Regulators also sounded off against what they said were negative trends in many markets. Of 1,350 responses collected, 42.7% said China's regulatory regime had gotten worse in the last year, while 41.8% said the same of the US, 33.7% of Brazil, 29.6% of the EU, 19.7% of Japan and 14.3% of Canada.

That being said, 48.3% agreed with the statement that the US Food and Drug Administration (FDA) is "taking positive steps toward making the regulatory process easier and more transparent." A large percentage-31.7%--were just as inclined to disagree with that statement, however.

Positive Outlook on 2013 in Spite of Device Tax

Survey respondents reported being overwhelmingly positive about their prospects for the industry in 2013, with 71% saying they were either "very positive" or "somewhat positive" about the overall business environment. Just 12% said they had a "very negative" or "somewhat negative" personal outlook, while 16.9% were either neutral or unsure. Emergo said positive responses were up four percentage points from the year prior, in spite of global economic uncertainty.

The results could be construed as being all the more surprising given the impending onset of the medical device tax, which came into effect in 2013. Many in industry have been sounding the alarm about the tax, saying it could lead to layoffs and reduced innovation, and trade groups have been actively pushing for its repeal. US-based survey respondents overwhelmingly cited the tax as being a negative influence on their business (64.6%), while 19.8% said it would have no impact. Just 2.1% said it would actually have a positive impact on their operations. Thirteen and a half percent were unsure of its effects.

Companies said four tactics would constitute the bulk of their responses to the tax: increased prices for customers (41.6%), cutting production costs (31.1%), less investment in R&D (11.7%) and layoffs (11.1%). Cost cutting could become a regulatory problem for some, as regulators have identified similar cost-cutting trends in the pharmaceutical industry as being behind increased quality problems resulting in patient harms and the need for more recalls. Emergo's study, however, did not assess this point.

Reasons for Optimism: Global Growth

A drill-down into the data shows that American-based medical device professionals are indeed considerably more negative than their global counterparts. Sixteen percent of North and South American professionals cited either very or somewhat negative feelings about the industry's prospects in 2013, considerably higher than the 9.4% of European and African or 4.6% of Asia Pacific respondents.

They could have good reason to be optimistic, though.

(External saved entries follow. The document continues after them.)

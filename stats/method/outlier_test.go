package method

import (
	"math"
	"math/big"
	"slices"
	"testing"

	"lotlens/stats/decimal"
)

// MedianAbsDev from sorted data by merging equals the definition (median
// of |x - med|, both medians the middle value or the mean of the two).
func TestMedianAbsDev(t *testing.T) {
	for _, x := range [][]float64{{1}, {1, 2}, {1, 2, 3}, {1, 1, 2, 2, 4, 6, 9}, {-5, -1, 0, 0, 0, 2, 3, 10}} {
		med := Quantile(x, 0.5, HF7)
		d := make([]float64, len(x))
		for i, v := range x {
			d[i] = math.Abs(v - med)
		}
		slices.Sort(d)
		want := Quantile(d, 0.5, HF7)
		if got := MedianAbsDev(x, med); got != want {
			t.Errorf("MedianAbsDev(%v) = %v, want %v", x, got, want)
		}
	}
}

// The exact MAD is the definition on the decimals as typed: for 0.1, 0.2,
// 0.3, 0.4, 0.6 (median 0.3) the deviations are 0.2, 0.1, 0, 0.1, 0.3 and
// their median is exactly 1/10 (written out by hand), which 1.4826 turns
// into exactly 0.14826 (the binary MAD gives 0.09999999999999998).
func TestMedianAbsDevExact(t *testing.T) {
	g, _ := decimal.NewGrid(1)
	x := []float64{0.1, 0.2, 0.3, 0.4, 0.6}
	mad := MedianAbsDevExact(x, g, 6) // median 0.3: twice its mantissa is 6
	if mad.Cmp(big.NewRat(1, 10)) != 0 {
		t.Fatalf("exact MAD %v, want 1/10", mad)
	}
	scaled := new(big.Rat).Mul(mad, big.NewRat(14826, 10000))
	if f := decimal.Float64(scaled); f != 0.14826 {
		t.Errorf("1.4826·MAD = %v, want 0.14826", f)
	}
	// even n: 1.0 1.5 2.5 4.0 (median 2.0): deviations 1.0 0.5 0.5 2.0,
	// median (0.5+1.0)/2 = 3/4
	x = []float64{1.0, 1.5, 2.5, 4.0}
	if mad := MedianAbsDevExact(x, g, 40); mad.Cmp(big.NewRat(3, 4)) != 0 {
		t.Errorf("even n: %v, want 3/4", mad)
	}
}
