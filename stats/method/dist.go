package method

import (
	"math"

	"gonum.org/v1/gonum/mathext"
)

// The sampling distributions the methods use (Student's t, chi-square, F,
// beta and the binomial with p = 1/2), each a few lines on gonum's mathext:
// the regularized incomplete beta and gamma functions and their inverses.
// They are written with the same expressions as gonum's stat/distuv v0.17.0
// for these standard forms, and TestDistributionsLikeDistuv holds them to
// distuv bit for bit. The engine does not import distuv itself: distuv
// imports gonum's stat package, which brings mat, lapack, blas and
// convex/lp into the WebAssembly and sets up mat's pools when the engine
// starts. Unlike distuv, a probability outside [0, 1] gives NaN, not a
// panic.

// tSurvival is P(T > x) for Student's t with nu degrees of freedom.
func tSurvival(nu, x float64) float64 {
	if x == 0 {
		return 0.5
	}
	t := nu / (x*x + nu)
	if x > 0 {
		return 0.5 * mathext.RegIncBeta(nu/2, 0.5, t)
	}
	return 1 - 0.5*mathext.RegIncBeta(nu/2, 0.5, t)
}

// tQuantile is the p-quantile of Student's t with nu degrees of freedom.
func tQuantile(nu, p float64) float64 {
	if !(p >= 0 && p <= 1) {
		return math.NaN()
	}
	if p == 0.5 {
		return 0
	}
	if p > 0.5 {
		t := mathext.InvRegIncBeta(nu/2, 0.5, 2*(1-p))
		return math.Sqrt(nu*(1-t)/t) + 0 // + 0 as distuv's y·σ + μ: -0 becomes 0
	}
	t := mathext.InvRegIncBeta(nu/2, 0.5, 2*p)
	return -math.Sqrt(nu*(1-t)/t) + 0
}

// chiSquaredSurvival is P(X > x) for chi-square with k degrees of freedom.
func chiSquaredSurvival(k, x float64) float64 {
	if x < 0 {
		return 1
	}
	return mathext.GammaIncRegComp(0.5*k, 0.5*x)
}

// chiSquaredQuantile is the p-quantile of chi-square with k degrees of
// freedom.
func chiSquaredQuantile(k, p float64) float64 {
	if !(p >= 0 && p <= 1) {
		return math.NaN()
	}
	return mathext.GammaIncRegInv(0.5*k, p) * 2
}

// fCDF is P(X <= x) for the F distribution with d1 and d2 degrees of
// freedom.
func fCDF(d1, d2, x float64) float64 {
	return mathext.RegIncBeta(d1/2, d2/2, d1*x/(d1*x+d2))
}

// fSurvival is 1 - fCDF, as distuv computes it.
func fSurvival(d1, d2, x float64) float64 { return 1 - fCDF(d1, d2, x) }

// fQuantile is the p-quantile of the F distribution with d1 and d2 degrees
// of freedom.
func fQuantile(d1, d2, p float64) float64 {
	if !(p >= 0 && p <= 1) {
		return math.NaN()
	}
	y := mathext.InvRegIncBeta(0.5*d1, 0.5*d2, p)
	return d2 * y / (d1 * (1 - y))
}

// betaQuantile is the p-quantile of the beta distribution with shapes a
// and b.
func betaQuantile(a, b, p float64) float64 {
	if !(p >= 0 && p <= 1) {
		return math.NaN()
	}
	return mathext.InvRegIncBeta(a, b, p)
}

// BinomialHalfCDF is P(B <= k) for B ~ Binomial(n, 1/2): the regularized
// incomplete beta I_{1/2}(n-k, k+1).
func BinomialHalfCDF(k, n int) float64 {
	x, fn := float64(k), float64(n)
	if x < 0 {
		return 0
	}
	if x >= fn {
		return 1
	}
	return mathext.RegIncBeta(fn-x, x+1, 1-0.5)
}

Respondents reported that 56.1% of respondents said their sales had increased in 2012, with just 8.5% saying sales had decreased. Thirty-five percent were unable to disclose that information, but even if every single one had reported worse sales than the year prior, the total would not outweigh the other respondents.

These sales, the survey says, are likely to occur the most in Asia and South America-the two markets seen as having the highest growth potential by survey respondents. This is reflected in where respondents said they are most likely to introduce a device or in vitro diagnostic device for the first time in 2013: Brazil (18.7%), China (16%), Mexico (13.6), India (13.1), Russia (12.5), Saudi Arabia (10.6), Argentina (9.7%), South Korea (9.7%), Turkey (8.9%) and Singapore (8.9%).

More than 60% of respondents said they would introduce a medical device in Brazil in 2013, while 58% would in China.